Supplied information »

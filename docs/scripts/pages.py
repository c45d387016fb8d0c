"""The code of a page of the documentation: found, and run in order in one namespace.

A text block that follows a Python block at once is what that block prints.
"""

from __future__ import annotations

import io
import re
from contextlib import redirect_stdout
from pathlib import Path
from typing import Any, NamedTuple

_FENCE = re.compile(r"^```(?P<language>\w+)\n(?P<body>.*?)^```$", re.DOTALL | re.MULTILINE)
_DIRECTIVE = re.compile(
    r"^\.\. code-block:: (?P<language>\w+)\n(?:   :.*\n)*\n(?P<body>(?:(?:   .*)?\n)+)",
    re.MULTILINE,
)


class Block(NamedTuple):
    """One block of a page: its language, text, line and what must follow at once."""

    language: str
    body: str
    line: int
    end: int
    start: int


class Example(NamedTuple):
    """A Python block with what it prints; `printed` is None where the page does not show it."""

    code: str
    printed: str | None
    line: int


def blocks(path: Path) -> list[Block]:
    """Return every block of code of a page, in order."""
    text = path.read_text(encoding="utf-8") + "\n"
    pattern = _FENCE if path.suffix == ".md" else _DIRECTIVE
    found = []
    for match in pattern.finditer(text):
        body = match["body"]
        if path.suffix != ".md":
            body = "\n".join(line[3:] for line in body.splitlines()).rstrip() + "\n"
        line = text.count("\n", 0, match.start("body")) + 1
        end = match.start("body") + len(match["body"].rstrip())
        if path.suffix == ".md":
            end = match.end()
        found.append(Block(match["language"], body, line, end, match.start()))
    return found


def examples(path: Path) -> list[Example]:
    """Return the Python blocks of a page, each with the text that it must print."""
    text = path.read_text(encoding="utf-8") + "\n"
    found = blocks(path)
    result = []
    for block, following in zip(found, [*found, None][1:], strict=True):
        if block.language != "python":
            continue
        printed = None
        if following is not None and following.language == "text":
            between = text[block.end : following.start]
            printed = following.body if not between.strip() else None
        result.append(Example(block.body, printed, block.line))
    return result


def run(path: Path) -> dict[str, Any]:
    """Run the examples of a page and return its names; raise where one prints something else."""
    names: dict[str, Any] = {"__name__": "__main__"}
    for example in examples(path):
        code = "\n" * (example.line - 1) + example.code
        out = io.StringIO()
        with redirect_stdout(out):
            exec(compile(code, str(path), "exec"), names)
        shown = _plain(out.getvalue())
        if example.printed is not None and shown != _plain(example.printed):
            raise AssertionError(
                f"{path}, line {example.line}: the page shows\n{example.printed}\nand the code "
                f"prints\n{out.getvalue()}"
            )
        if example.printed is None and shown:
            raise AssertionError(f"{path}, line {example.line}: prints {shown!r}, not shown")
    return names


def _plain(text: str) -> str:
    return "\n".join(line.rstrip() for line in text.strip("\n").splitlines())
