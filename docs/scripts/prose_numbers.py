"""Numbers that stand in running text: computed here, never typed."""

from __future__ import annotations

import math
import sys
from pathlib import Path

if __name__ == "__main__":
    sys.path.insert(0, str(Path(__file__).parents[2]))

from tests.published import tables
from wellindex import equivalent_radius, ureg, well_index
from wellindex.case import figure
from wellindex.case.beside import LARGEST_CSV, LARGEST_NPZ
from wellindex.case.cells import MOST_BLOCKS
from wellindex.case.files import LARGEST_FILE
from wellindex.case.reservoir import MOST_SIZES
from wellindex.case.surveys import MOST_CHORDS, MOST_STATIONS
from wellindex.case.wells import MOST_CROSSINGS, MOST_INTERVALS, MOST_WELLS
from wellindex.index import DOUBTFUL_LOGARITHM, DOUBTFUL_SUM, SMALLEST_LOGARITHM
from wellindex.radius.closed_form import HALF_EXP_MINUS_GAMMA
from wellindex.rock import STANDARD_GRAVITY


def _radius(placement: str = "centre") -> float:
    """Return r0/dx in square blocks of isotropic rock."""
    return float(equivalent_radius.si(dx=1.0, dy=1.0, kx=1.0, ky=1.0, placement=placement))


def _index(rw: float, r0: float) -> float:
    return float(
        well_index.si(dx=1.0, dy=1.0, dz=1.0, kx=1.0, ky=1.0, kz=1.0, rw=rw, equivalent_radius=r0)
    )


def _tabulated(subject: str, row: str) -> float:
    """Return the independent value of a row of a published table."""
    (check,) = (c for c in tables.load(subject) if c.id == row)
    return check.computed


def _below_isolated(row: str) -> str:
    """Return how far a tabulated radius of square blocks lies below the isolated well's."""
    return f"{100 * (1 - _tabulated('equivalent_radius', row) / _radius()):.1f} %"


def standard_state_difference() -> float:
    """Return by how much an ideal gas is larger at 60 degF, 14.696 psia than at 15 degC, 1 atm."""

    def volume(temperature: float, unit: str, pressure: str) -> float:
        kelvin = ureg.Quantity(temperature, unit).m_as("K")
        return float(kelvin / ureg.Quantity(pressure).m_as("Pa"))

    return volume(60.0, "degF", "14.696 psi") / volume(15.0, "degC", "1.01325 bar") - 1.0


def values() -> dict[str, str]:
    """Return each number as it is written, by its name."""
    printed, exact = 0.28, HALF_EXP_MINUS_GAMMA
    square = _radius()
    shift = {
        block: _index(1.0 / block, square) / _index(1.0 / block, square * printed / exact) - 1.0
        for block in (100, 1000)
    }
    sum_below = math.exp(SMALLEST_LOGARITHM)
    return {
        "exact constant": f"{exact:.5f}",
        "printed below exact": f"{100 * (1 - printed / exact):.2f} %",
        "index shift at 100": f"{100 * abs(shift[100]):.3f} %",
        "index shift at 1000": f"{100 * abs(shift[1000]):.3f} %",
        "square r0": f"{square:.4f}",
        "neighbour estimate": f"{math.exp(-math.pi / 2):.4f}",
        "side r0": f"{_radius('west'):.4f}",
        "corner r0": f"{_radius('corner'):.4f}",
        "edge difference": _below_isolated("edge-block-x-square"),
        "corner difference": _below_isolated("corner-block-square"),
        "smallest logarithm": f"{SMALLEST_LOGARITHM:g}",
        "doubtful logarithm": f"{DOUBTFUL_LOGARITHM:g}",
        "doubtful sum": f"{DOUBTFUL_SUM:g}",
        "smallest block": f"{sum_below / square:.1f}",
        "doubtful block": f"{math.exp(DOUBTFUL_LOGARITHM) / square:.1f}",
        "standard state difference": f"{100 * standard_state_difference():.2f} %",
        "gravity": f"{STANDARD_GRAVITY:g}",
        "most sizes": f"{MOST_SIZES:,}",
        "most blocks": f"{MOST_BLOCKS:,}",
        "most wells": f"{MOST_WELLS:,}",
        "most points": f"{MOST_STATIONS:,}",
        "most intervals": f"{MOST_INTERVALS:,}",
        "most crossings": f"{MOST_CROSSINGS:,}",
        "most chords": f"{MOST_CHORDS:,}",
        "most drawn": f"{figure.MOST_WELLS:,}",
        "largest file": f"{LARGEST_FILE:,}",
        "largest csv": f"{LARGEST_CSV:,}",
        "largest npz": f"{LARGEST_NPZ:,}",
    }


def substitutions() -> str:
    """Return the values as reStructuredText substitutions."""
    return "\n".join(f".. |{name}| replace:: {value}" for name, value in values().items())


if __name__ == "__main__":
    for name, value in values().items():
        print(f"{name:28}{value}")
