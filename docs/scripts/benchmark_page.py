"""The page of benchmarks: the last output of the benchmarks where there is one."""

from __future__ import annotations

from pathlib import Path

from unit_tables import list_table

COMMAND = "python -m tests.benchmarks.run --write docs/_generated/benchmarks.md"
_HOW = f"""\
No output was at hand when these pages were built. Measure on your machine, and the result stands
here in the next build:

.. code-block:: console

   $ .venv/bin/{COMMAND}
"""


def page(folder: Path) -> str:
    """Return the body of the page."""
    if not (folder / "benchmarks.md").is_file():
        return _HOW
    return from_markdown((folder / "benchmarks.md").read_text(encoding="utf-8"))


def from_markdown(text: str) -> str:
    """Return paragraphs and one table as reStructuredText."""
    lines = text.splitlines()
    prose = [line for line in lines if not line.startswith("|")]
    rows = [line.strip("|").split("|") for line in lines if line.startswith("|")]
    if not rows:
        return text
    head, _rule, *body = ([cell.strip() for cell in row] for row in rows)
    return "\n".join(prose).strip() + "\n\n" + list_table(head, body)
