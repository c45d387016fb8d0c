"""Tables of units, read from the package: what answers come in, what is known, what is refused."""

from __future__ import annotations

from collections.abc import Iterable

from wellindex import ureg
from wellindex.units import definitions, kinds

_SHOWN = (
    kinds.LENGTH,
    kinds.PERMEABILITY,
    kinds.PRESSURE,
    kinds.VISCOSITY,
    kinds.DENSITY,
    kinds.COMPRESSIBILITY,
    kinds.HYDRAULIC_CONDUCTIVITY,
    kinds.RESERVOIR_RATE,
    kinds.SURFACE_RATE,
    kinds.VOLUME_FACTOR,
    kinds.WELL_INDEX,
    kinds.PRODUCTIVITY_INDEX,
)
_SYSTEMS = ("oilfield", "metric", "si", "darcy")


def list_table(head: Iterable[str], rows: Iterable[Iterable[str]], widths: str = "auto") -> str:
    """Return a table with one row of heads, as reStructuredText."""
    lines = [".. list-table::", "   :header-rows: 1", f"   :widths: {widths}", ""]
    for row in (head, *rows):
        for number, cell in enumerate(row):
            lines.append(f"   {'*' if number == 0 else ' '} - {cell}".rstrip())
    return "\n".join(lines) + "\n"


def literal(text: str) -> str:
    """Return text as code, or nothing for nothing."""
    return f"``{text}``" if text else ""


def answers() -> str:
    """Return the unit of each kind of answer in each system."""
    rows = []
    for kind in _SHOWN:
        name = kind.name.removeprefix("a ").removeprefix("an ").split(" (")[0]
        rows.append([name, *(literal(kind.unit(system)) for system in _SYSTEMS)])
    return list_table(("Kind", *_SYSTEMS), rows)


def known() -> str:
    """Return every unit of the registry with its other names and its size in base units."""
    rows = []
    for line in definitions.ALL.splitlines():
        if not line or "= [" in line:
            continue
        name, _value, *others = (part.strip() for part in line.split(";")[0].split("="))
        if "offset" in line:
            size = "has a zero of its own, or is read from one"
        else:
            size = literal(f"{ureg.Quantity(1.0, name).to_base_units():.10g~C}")
        names = [name, *(other for other in others if other != "_")]
        rows.append([", ".join(map(literal, names)), size])
    return list_table(("Names", "Size"), rows)


def refused() -> str:
    """Return the names that are refused, with the remedy."""
    rows = [(literal(name), why) for name, why in definitions.REFUSED.items()]
    return list_table(("Name", "Why, and what to write"), rows)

Activity » Within the data above, the span starting at the line containing "return names" and ending at the line containing "from wellindex.case.reservoir import" is to be retyped exactly, with no other lines.

Answer section »
    return names


def _plain(text: str) -> str:
    return "\n".join(line.rstrip() for line in text.strip("\n").splitlines())
filename docs/scripts/prose_numbers.py
"""Numbers that stand in running text: computed here, never typed."""

from __future__ import annotations

import math
import sys
from pathlib import Path

if __name__ == "__main__":
    sys.path.insert(0, str(Path(__file__).parents[2]))

from tests.published import tables
from wellindex import equivalent_radius, ureg, well_index
from wellindex.case import figure
from wellindex.case.beside import LARGEST_CSV, LARGEST_NPZ
from wellindex.case.cells import MOST_BLOCKS
from wellindex.case.files import LARGEST_FILE
from wellindex.case.reservoir import MOST_SIZES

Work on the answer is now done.